**Try it**
Please take the lines from the one holding "Float64Array; dx: Float64Array" through the one holding "probabilities (options.survivalAt). */" in the data below and copy them exactly.

**Data entries**
<<<<
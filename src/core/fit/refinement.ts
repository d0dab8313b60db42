// Iterative refinement of the least-squares solution on the augmented system
//
//     [ I   A ] [ r ]   [ b ]
//     [ A^T 0 ] [ x ] = [ 0 ]
//
// after Björck (1967), "Iterative refinement of linear least squares solutions I",
// BIT 7. Residuals f = b - r - A x and g = -A^T r are formed in double-double
// with A the exact (hi + lo) equilibrated design; the corrections are solved with
// the double Householder QR. Refining x alone (residual b - A x, then a QR solve)
// cannot remove the error term proportional to kappa^2 * ||r|| that dominates
// large-residual problems (NIST Wampler4/5); refining r and x together does.
//
// With A = Q [R; 0] and Q^T f = [f1; f2], the correction system is solved by
//   R^T h = g,   R dx = f1 - h,   dr = Q [h; f2].

import { applyQ, applyQt, solveUpper, solveUpperTransposed, type HouseholderQR } from './householder-qr.ts';
import { addCorrection, refinementResiduals } from '../numeric/dd-vector.ts';

/** Correction size below which refinement stops: well under double-double's reach for x. */
export const REFINEMENT_TARGET = 1e-20;
/**
 * Cap on refinement steps. Each step gains about -log10(kappa * eps) digits;
 * at the largest condition the rank tolerance admits (~1e10) that is ~6 digits a
 * step, so 10 steps always suffice to reach the target or the noise floor.
 */
export const MAX_REFINEMENT_STEPS = 10;

export interface RefinedSolution {
  /** Solution in factorisation order, as xh + xl. */
  xh: Float64Array;
  xl: Float64Array;
  /** Residual b - A x per row, as rh + rl. */
  rh: Float64Array;
  rl: Float64Array;
  steps: number;
  lastCorrection: number;
}

/**
 * Solve min ||b - A x|| for the accepted columns `columns` (factorisation order)
 * of the equilibrated design, with up to `maxSteps` refinement steps after the
 * initial QR solve.
 */
export function refineLeastSquares(
  qr: HouseholderQR,
  ah: Float64Array[],
  al: Float64Array[],
  columns: number[],
  bh: Float64Array,
  bl: Float64Array,
  maxSteps: number,
): RefinedSolution {
  const n = qr.rows;
  const k = qr.rank;
  const xh = new Float64Array(k);
  const xl = new Float64Array(k);
  const rh = new Float64Array(n);
  const rl = new Float64Array(n);
  const fh = new Float64Array(n);
  const fl = new Float64Array(n);
  const g = new Float64Array(k);
  const acceptedH = columns.map((c) => ah[c]);
  const acceptedL = columns.map((c) => al[c]);
  let bNorm = 0;
  for (let i = 0; i < n; i++) bNorm += bh[i] * bh[i];
  bNorm = Math.sqrt(bNorm);

  // Initial solve: r = 0, x = 0, so f = b and g = 0 (the plain QR solution).
  fh.set(bh);
  let { dr, dx } = solveCorrection(qr, fh, g);
  addCorrection(rh, rl, dr);
  addVector(xh, xl, dx);

  let steps = 0;
  let lastCorrection = 1;
  let previous = Infinity;
  while (steps < maxSteps) {
    // f = b - r - A x and g = -A^T r, both in double-double.
    refinementResiduals(acceptedH, acceptedL, xh, xl, bh, bl, rh, rl, fh, fl, g);
    ({ dr, dx } = solveCorrection(qr, fh, g));
    const correction = relativeSize(dx, xh, dr, bNorm);
    // A correction that does not shrink is rounding noise (or divergence when the
    // problem is too ill-conditioned for the double QR): leave the solution as it is.
    if (!(correction < previous)) {
      lastCorrection = correction;
      break;
    }
    addCorrection(rh, rl, dr);
    addVector(xh, xl, dx);
    steps++;
    lastCorrection = correction;
    previous = correction;
    if (correction <= REFINEMENT_TARGET) break;
  }
  return { xh, xl, rh, rl, steps, lastCorrection };
}

function solveCorrection(qr: HouseholderQR, f: Float64Array, g: Float64Array): { dr: Float64Array; dx: Float64Array } {
  const k = qr.rank;
  const z = Float64Array.from(f);
  applyQt(qr, z);
  const h = Float64Array.from(g);
  solveUpperTransposed(qr, h);
  const dx = new Float64Array(k);
  for (let c = 0; c < k; c++) dx[c] = z[c] - h[c];
  solveUpper(qr, dx);
  for (let c = 0; c < k; c++) z[c] = h[c];
  applyQ(qr, z);
  return { dr: z, dx };
}

/** max(|dx|_inf / |x|_inf, ||dr|| / ||b||), with zero denominators treated as 1. */
function relativeSize(dx: Float64Array, x: Float64Array, dr: Float64Array, bNorm: number): number {
  let dxMax = 0;
  let xMax = 0;
  for (let c = 0; c < dx.length; c++) {
    dxMax = Math.max(dxMax, Math.abs(dx[c]));
    xMax = Math.max(xMax, Math.abs(x[c]));
  }
  let drNorm = 0;
  for (let i = 0; i < dr.length; i++) drNorm += dr[i] * dr[i];
  drNorm = Math.sqrt(drNorm);
  const cx = dxMax / (xMax > 0 ? xMax : 1);
  const cr = drNorm / (bNorm > 0 ? bNorm : 1);
  return Math.max(cx, cr);
}

function addVector(xh: Float64Array, xl: Float64Array, d: Float64Array): void {
  addCorrection(xh, xl, d);
}
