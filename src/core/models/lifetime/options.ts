// The request options a lifetime candidate reads, checked once with the
// request's own paths: percentiles are probabilities strictly between 0 and 1,
// survival times finite numbers, the interval level between 0 and 1, the
// iteration cap a whole number from 1 to 1000.
import { issue, type Issue } from '../../issues.ts';

export interface LifetimeOptions {
  /** Probabilities at which to report percentiles of life (options.percentiles). */
  percentiles?: readonly number[];
  /** Times at which to report survival probabilities (options.survivalAt). */
  survivalAt?: readonly number[];
  /** Level of the Wald intervals (options.intervalLevel); 0.95 by default. */
  intervalLevel?: number;
  /** Newton–Raphson iteration cap; 50 by default. */
  maxIterations?: number;
}

export const DEFAULT_INTERVAL_LEVEL = 0.95;
export const DEFAULT_MAX_ITERATIONS = 50;

export function checkLifetimeOptions(options: LifetimeOptions): Issue[] {
  const issues: Issue[] = [];
  (options.percentiles ?? []).forEach((p, i) => {
    if (!(p > 0 && p < 1)) {
      issues.push(issue('lifetime_option_invalid', ['options', 'percentiles', i], { option: 'percentiles', value: p, rule: 'a percentile is asked for by its probability, strictly between 0 and 1' }));
    }
  });
  (options.survivalAt ?? []).forEach((t, i) => {
    if (!Number.isFinite(t)) {
      issues.push(issue('lifetime_option_invalid', ['options', 'survivalAt', i], { option: 'survivalAt', value: t, rule: 'a survival time must be a finite number' }));
    }
  });
  const level = options.intervalLevel;
  if (level !== undefined && !(level > 0 && level < 1)) {
    issues.push(issue('lifetime_option_invalid', ['options', 'intervalLevel'], { option: 'intervalLevel', value: level, rule: 'an interval level is strictly between 0 and 1, e.g. 0.95' }));
  }
  const cap = options.maxIterations;
  if (cap !== undefined && !(Number.isInteger(cap) && cap >= 1 && cap <= 1000)) {
    issues.push(issue('lifetime_option_invalid', ['options', 'maxIterations'], { option: 'maxIterations', value: cap, rule: 'the iteration cap is a whole number from 1 to 1000' }));
  }
  return issues;
}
>>>>
**Solution to this task**
function solveCorrection(qr: HouseholderQR, f: Float64Array, g: Float64Array): { dr: Float64Array; dx: Float64Array } {
  const k = qr.rank;
  const z = Float64Array.from(f);
  applyQt(qr, z);
  const h = Float64Array.from(g);
  solveUpperTransposed(qr, h);
  const dx = new Float64Array(k);
  for (let c = 0; c < k; c++) dx[c] = z[c] - h[c];
  solveUpper(qr, dx);
  for (let c = 0; c < k; c++) z[c] = h[c];
  applyQ(qr, z);
  return { dr: z, dx };
}

/** max(|dx|_inf / |x|_inf, ||dr|| / ||b||), with zero denominators treated as 1. */
function relativeSize(dx: Float64Array, x: Float64Array, dr: Float64Array, bNorm: number): number {
  let dxMax = 0;
  let xMax = 0;
  for (let c = 0; c < dx.length; c++) {
    dxMax = Math.max(dxMax, Math.abs(dx[c]));
    xMax = Math.max(xMax, Math.abs(x[c]));
  }
  let drNorm = 0;
  for (let i = 0; i < dr.length; i++) drNorm += dr[i] * dr[i];
  drNorm = Math.sqrt(drNorm);
  const cx = dxMax / (xMax > 0 ? xMax : 1);
  const cr = drNorm / (bNorm > 0 ? bNorm : 1);
  return Math.max(cx, cr);
}

function addVector(xh: Float64Array, xl: Float64Array, d: Float64Array): void {
  addCorrection(xh, xl, d);
}
filename src/core/models/lifetime/options.ts
// The request options a lifetime candidate reads, checked once with the
// request's own paths: percentiles are probabilities strictly between 0 and 1,
// survival times finite numbers, the interval level between 0 and 1, the
// iteration cap a whole number from 1 to 1000.
import { issue, type Issue } from '../../issues.ts';

export interface LifetimeOptions {
  /** Probabilities at which to report percentiles of life (options.percentiles). */
  percentiles?: readonly number[];
  /** Times at which to report survival probabilities (options.survivalAt). */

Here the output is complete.